J’ai aimé ce livre pour sa force provocatrice, son ton radical, son engagement en faveur des exploités et dominés. Il m’a donné des clés pour lire certains événements contemporains, certains prises de position, certaines luttes, par exemple pourquoi le port du voile peut être pensé comme révolutionnaire et libérateur (et ce en dehors de toute question morale). Comme tous les pamphlets bien écrits, il ne peut laisser indifférent et provoque des sentiments mêlés d’admiration, d’enthousiasme, de peur. C’est aussi sa limite.

Comme tous les pamphlets, il est plein d’amalgames, de raccourcis, de formules chocs dont le sens est interprétable à l’infini, d’appels à l’Histoire dans lesquels se télescopent les situations, les époques, les peuples, les civilisations. Plein de mauvaise foi aussi, jugée nécessaire pour les besoins de l’argumentation. Et d’ambiguïtés : citer dans un même livre Sartre, Genet, Césaire, Malcolm X, James Baldwin, Mahmoud Ahmadinejjad et Dieudonné. Et parfois aussi tout simplement d’erreurs et d’omissions, volontaires ou non. Sur le plan historique, les relations entre Occident et Orient me semblent un peu plus complexes que ce qu’en dit l’auteure : l’Islam n’a pas attendu l’invention de la modernité pour être impérial, si ce n’est colonial. Et mettre dans le même plan toutes les colonisations européennes, depuis 1492 jusqu’au vingtième siècle est un court-circuit historique qui me semble abusif2. Cela n’enlève rien à la responsabilité historique de l’Occident et de l’Europe dans la tragédie coloniale et post-coloniale.

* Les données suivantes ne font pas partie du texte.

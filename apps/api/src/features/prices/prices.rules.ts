/** When a price counts as stale: after so many hours, not counting whole days on which none is set. */
export interface StaleRule {
  afterHours: number;
  /** Days of the week without a price, 0 (Sunday) … 6, by the calendar of UTC. */
  idleWeekdays: readonly number[];
}

export const defaultStaleRule: StaleRule = { afterHours: 36, idleWeekdays: [0, 6] };

/** The market's own rule, by its settings. */
export const staleRuleOf = ({ PRICE_STALE_HOURS }: { PRICE_STALE_HOURS: number }): StaleRule => ({
  ...defaultStaleRule,
  afterHours: PRICE_STALE_HOURS,
});

const hourMs = 3_600_000;
const dayMs = 24 * hourMs;

/** Whether a price set at `at` is stale at `now` (rules.md, Sale terms). */
export function isStale(at: Date, now: Date, { afterHours, idleWeekdays }: StaleRule = defaultStaleRule): boolean {
  let ageMs = 0;
  for (let from = at.getTime(); from < now.getTime() && ageMs <= afterHours * hourMs;) {
    const endOfDay = (Math.floor(from / dayMs) + 1) * dayMs;
    const to = Math.min(endOfDay, now.getTime());
    if (!idleWeekdays.includes(new Date(from).getUTCDay())) ageMs += to - from;
    from = to;
  }
  return ageMs > afterHours * hourMs;
}
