import { call } from '@lydite/client';
import { queryOptions, useMutation, useQueryClient } from '@tanstack/react-query';
import { refreshMs } from '../../lib/use-refresh.ts';

export const myBidsQuery = queryOptions({
  queryKey: ['bids', 'own'],
  queryFn: () => call('GET /my/bids'),
  refetchInterval: refreshMs,
});

/** What shows a lot's price or the buyer's standing is asked for again. */
function useAskAgain() {
  const cache = useQueryClient();
  return () =>
    cache.invalidateQueries({ predicate: ({ queryKey: [noun] }) => ['lots', 'bids', 'deals'].includes(String(noun)) });
}

export function usePlaceBid(lotCode: string) {
  const askAgain = useAskAgain();
  return useMutation({
    mutationFn: (body: { ceilingMinor: number; attempt: string }) =>
      call('POST /lots/:lotCode/bids', { params: { lotCode }, body }),
    onSettled: askAgain,
  });
}

export function useTakeLot(lotCode: string) {
  const askAgain = useAskAgain();
  return useMutation({
    mutationFn: (body: { priceMinor: number; attempt: string }) =>
      call('POST /lots/:lotCode/take', { params: { lotCode }, body }),
    onSettled: askAgain,
  });
}

export function useAnswerOffer(lotCode: string) {
  const askAgain = useAskAgain();
  return useMutation({
    mutationFn: (accept: boolean) =>
      call('POST /lots/:lotCode/offer-answer', { params: { lotCode }, body: { accept } }),
    onSettled: askAgain,
  });
}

Est-ce que ce livre s’adresse à moi ? Moi, homme blanc, petit-bourgeois, non engagé dans les luttes sociales, rationnel et raisonnable ou tentant de l’être ; moi qui n’ai pas eu des parents ouvriers, qui n’ai jamais vécu dans une cité, qui suit un “souchien” n’ayant pas à souffrir du racisme ? Il parait difficile de le croire mais en tout cas il m’a touché. Et d’une certaine manière, Houria Bouteldja, en glorifiant le particularisme et sa “race” opprimée, atteint à l’universel de la lutte des dominés pour plus de justice sociale.

Nous sentons tous confusément que notre vieux monde se meurt, lentement mais sûrement ; que si l’Occident n’a plus de colonies il détient un part du capital mondial telle qu’il capte à son profit l’essentiel des richesses produites ; que Gaïa est en train de réagir aux mauvais traitements que nous lui infligeons ; que le modèle consumériste et la logique d’accumulation qui le sous-tend sont à bout de souffle. La question est, pour paraphraser Lénine : “Que faire ?”

Je n’ai pas de leçons à donner et m’en abstiendrai donc, mais je crois plus aux petits matins qu’aux grands soirs. Même si les seconds sont plus exaltants que les premiers.


  1. Dans l’espace musulman, les dhimmis sont les non-musulmans, Juifs, Chrétiens, Zoroastriens (pas sûr pour ceux-là…) auxquels est accordé un statut spécial. Ils sont tolérés et protégés par le calife ou le sultan, ils ont l’autorisation de pratiquer leurs cultes en contrepartie d’une taxe et, si mes souvenirs sont bons, de l’obligation du port d’un signe distinctif.

  2. Les anciens colonisateurs espagnols et portugais qui ont dominé et même exterminé les peuples indigènes d’Amérique sont devenus eux-mêmes colonisés et solidaires des luttes tiers-mondistes arabes, africaines et asiatiques.